Зденек Плугарж - Если покинешь меня
Ярда лежит на сеннике, запрокинув руки за голову, и думает. Запретная мысль жжет ему грудь. Районный город едва в пяти километрах отсюда. Домик на окраине. Сколько раз он провожал туда Анчу за те полгода, что прожил здесь!
Последний, самый отвратный день. «У меня… будет ребенок, Ярда…»
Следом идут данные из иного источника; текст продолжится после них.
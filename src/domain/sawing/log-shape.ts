/** A log as the saw sees it: inside bark, straight taper, the small end at 0 ft. */
export interface LogShape {
  readonly smallEndIn: number;
  /** Left out: ½ in of taper per 4 ft. */
  readonly largeEndIn?: number | undefined;
  readonly lengthFt: number;
  /** Diameter of a full-length cylinder round the pith that no board may meet (rot, shake, or a pith to be kept out). */
  readonly heartDefectIn?: number | undefined;
}

/** ½ in of diameter per 4 ft: the taper of the International rule, used when the large end was not measured. */
export const DEFAULT_TAPER_IN_PER_FT = 0.125;

/** Large-end diameter, inside bark, in. */
export const largeEnd = (log: LogShape): number => log.largeEndIn ?? log.smallEndIn + DEFAULT_TAPER_IN_PER_FT * log.lengthFt;

/** Radius inside bark (in) at a distance (ft) from the small end. */
export function radiusAt(log: LogShape, fromSmallEndFt: number): number {
  const small = log.smallEndIn / 2;
  return small + ((largeEnd(log) / 2 - small) * fromSmallEndFt) / log.lengthFt;
}

/** Cubic feet by Smalian's formula (mean of the end areas × length), inside bark. */
export function cubicFeet(log: LogShape): number {
  const area = (diameterIn: number): number => (Math.PI / 4) * (diameterIn / 12) ** 2;
  return ((area(log.smallEndIn) + area(largeEnd(log))) / 2) * log.lengthFt;
}

/**
 * The straight core of a swept log. A bow that departs `departureIn` from the chord leaves the lens common to a circle and
 * the same circle moved sideways by the departure; the round core inside it is smaller in diameter by the departure.
 * (Geometry, no published source.) Returns null when nothing straight is left.
 */
export function straightCore(log: LogShape, departureIn: number): LogShape | null {
  const smallEndIn = log.smallEndIn - departureIn;
  return smallEndIn > 0 ? { ...log, smallEndIn, largeEndIn: largeEnd(log) - departureIn } : null;
}

/** The log after both split ends are trimmed off (ft at each end); null when nothing is left. */
export function trimmed(log: LogShape, smallEndTrimFt: number, largeEndTrimFt: number): LogShape | null {
  const lengthFt = log.lengthFt - smallEndTrimFt - largeEndTrimFt;
  if (lengthFt <= 0) return null;
  return {
    ...log,
    smallEndIn: 2 * radiusAt(log, smallEndTrimFt),
    largeEndIn: 2 * radiusAt(log, log.lengthFt - largeEndTrimFt),
    lengthFt,
  };
}

/** How the pith is set before the first cut. */
export interface ToeBoards {
  /** How much the small end is raised so that the pith runs level: half the difference of the end diameters, in. */
  readonly raiseSmallEndIn: number;
  /** Height of the pith over the bed once it is level, over the bark, in. */
  readonly pithHeightIn: number;
}

/**
 * Toe-board heights that level the pith (common practice, no source). `barkIn` is the bark's thickness on one side; the log
 * lies on its bark for the faces that have nothing flat opposite them.
 */
export const toeBoards = (log: LogShape, barkIn = 0): ToeBoards => ({
  raiseSmallEndIn: (largeEnd(log) - log.smallEndIn) / 2,
  pithHeightIn: largeEnd(log) / 2 + barkIn,
});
Устремив немигающий взгляд в сумрак, под самой кровлей, Ярда видит Анчины плечи, как беспомощно поникли они в тот момент, когда он смертельно обидел, унизил ее и с независимым видом ушел. Сколько раз в Валке перед его глазами всплывал ее скорбный образ; он возникал перед ним часто совершенно случайно, портил ему развлечения, а их и так бывало в лагере немного. Когда он ходил с какой-нибудь девкой, стоившей десять марок, чужой и безразличной, ему всегда казалось, что на него устремлены честные Анчины глаза; он тогда понял разницу между продажной и подлинной любовью. Валка научила его уважать хотя бы некоторые ценности родной страны, несмотря на то, что он противился этому, как умел.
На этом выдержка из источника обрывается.